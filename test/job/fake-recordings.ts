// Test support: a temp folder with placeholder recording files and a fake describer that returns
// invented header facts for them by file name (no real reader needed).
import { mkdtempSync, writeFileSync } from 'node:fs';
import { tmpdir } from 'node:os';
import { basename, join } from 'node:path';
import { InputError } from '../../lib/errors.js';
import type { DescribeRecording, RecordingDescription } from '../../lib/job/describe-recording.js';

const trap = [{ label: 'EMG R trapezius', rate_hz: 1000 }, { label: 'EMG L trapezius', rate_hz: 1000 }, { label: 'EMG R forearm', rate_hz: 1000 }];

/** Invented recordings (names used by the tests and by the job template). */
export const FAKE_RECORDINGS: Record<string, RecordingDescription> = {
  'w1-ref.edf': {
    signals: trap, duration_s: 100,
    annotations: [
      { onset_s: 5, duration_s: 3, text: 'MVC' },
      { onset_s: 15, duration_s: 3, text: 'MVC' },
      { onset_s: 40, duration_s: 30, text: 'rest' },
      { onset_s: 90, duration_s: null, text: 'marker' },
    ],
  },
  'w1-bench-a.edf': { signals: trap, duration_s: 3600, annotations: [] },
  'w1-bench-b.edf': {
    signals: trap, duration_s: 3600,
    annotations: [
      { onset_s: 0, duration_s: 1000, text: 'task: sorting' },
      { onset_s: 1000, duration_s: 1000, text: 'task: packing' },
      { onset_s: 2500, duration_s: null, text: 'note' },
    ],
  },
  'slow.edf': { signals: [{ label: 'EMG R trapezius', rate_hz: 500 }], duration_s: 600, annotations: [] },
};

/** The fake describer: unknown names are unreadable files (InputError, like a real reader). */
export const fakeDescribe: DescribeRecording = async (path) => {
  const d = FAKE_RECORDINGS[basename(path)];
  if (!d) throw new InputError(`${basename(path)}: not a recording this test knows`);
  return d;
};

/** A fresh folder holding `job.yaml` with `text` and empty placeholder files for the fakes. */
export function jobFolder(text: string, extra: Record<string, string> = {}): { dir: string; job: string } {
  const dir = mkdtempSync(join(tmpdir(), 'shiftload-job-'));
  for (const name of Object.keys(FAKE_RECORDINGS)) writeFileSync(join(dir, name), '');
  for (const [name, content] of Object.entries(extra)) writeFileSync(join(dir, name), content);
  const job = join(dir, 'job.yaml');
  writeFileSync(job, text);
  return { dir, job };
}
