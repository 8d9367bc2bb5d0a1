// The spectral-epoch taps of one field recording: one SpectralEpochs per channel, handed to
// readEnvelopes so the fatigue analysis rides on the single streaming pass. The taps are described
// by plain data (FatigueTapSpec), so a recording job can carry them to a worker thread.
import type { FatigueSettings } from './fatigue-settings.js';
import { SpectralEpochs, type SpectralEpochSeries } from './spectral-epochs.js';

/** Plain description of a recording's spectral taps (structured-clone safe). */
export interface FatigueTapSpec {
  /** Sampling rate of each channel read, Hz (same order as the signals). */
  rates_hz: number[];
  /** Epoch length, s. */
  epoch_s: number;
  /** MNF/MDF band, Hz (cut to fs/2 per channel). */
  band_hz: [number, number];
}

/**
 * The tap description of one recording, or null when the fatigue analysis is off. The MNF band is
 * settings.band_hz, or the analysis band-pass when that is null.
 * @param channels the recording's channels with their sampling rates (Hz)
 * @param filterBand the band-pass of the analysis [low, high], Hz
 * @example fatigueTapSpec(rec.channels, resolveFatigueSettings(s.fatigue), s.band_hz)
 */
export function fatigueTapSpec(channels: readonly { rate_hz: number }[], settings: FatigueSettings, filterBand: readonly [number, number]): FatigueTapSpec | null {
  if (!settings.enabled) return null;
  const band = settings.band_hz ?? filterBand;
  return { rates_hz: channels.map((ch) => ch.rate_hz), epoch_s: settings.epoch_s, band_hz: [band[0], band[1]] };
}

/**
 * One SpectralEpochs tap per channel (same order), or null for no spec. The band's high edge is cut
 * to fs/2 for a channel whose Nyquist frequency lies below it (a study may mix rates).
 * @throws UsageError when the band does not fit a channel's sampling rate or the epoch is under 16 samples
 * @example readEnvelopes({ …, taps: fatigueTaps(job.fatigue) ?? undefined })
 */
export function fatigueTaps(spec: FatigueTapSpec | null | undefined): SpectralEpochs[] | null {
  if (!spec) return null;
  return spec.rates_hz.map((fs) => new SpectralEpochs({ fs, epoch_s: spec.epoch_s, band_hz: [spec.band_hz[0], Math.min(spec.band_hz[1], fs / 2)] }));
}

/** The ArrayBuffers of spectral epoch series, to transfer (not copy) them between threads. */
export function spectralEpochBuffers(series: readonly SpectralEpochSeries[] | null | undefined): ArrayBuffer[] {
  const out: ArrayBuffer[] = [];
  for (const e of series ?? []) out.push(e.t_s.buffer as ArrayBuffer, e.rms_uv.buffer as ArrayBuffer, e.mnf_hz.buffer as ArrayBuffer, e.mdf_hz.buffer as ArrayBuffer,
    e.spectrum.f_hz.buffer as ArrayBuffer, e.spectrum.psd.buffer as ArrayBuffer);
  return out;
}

────────────────────────────────────────

There is a line with "a worker thread." and a line with "export interface FatigueTapSpec" above. Copy exactly those two lines and all lines between them, with nothing else.

**RESULT OF THE TASK:**
// by plain data (FatigueTapSpec), so a recording job can carry them to a worker thread.
import type { FatigueSettings } from './fatigue-settings.js';
import { SpectralEpochs, type SpectralEpochSeries } from './spectral-epochs.js';

/** Plain description of a recording's spectral taps (structured-clone safe). */
export interface FatigueTapSpec {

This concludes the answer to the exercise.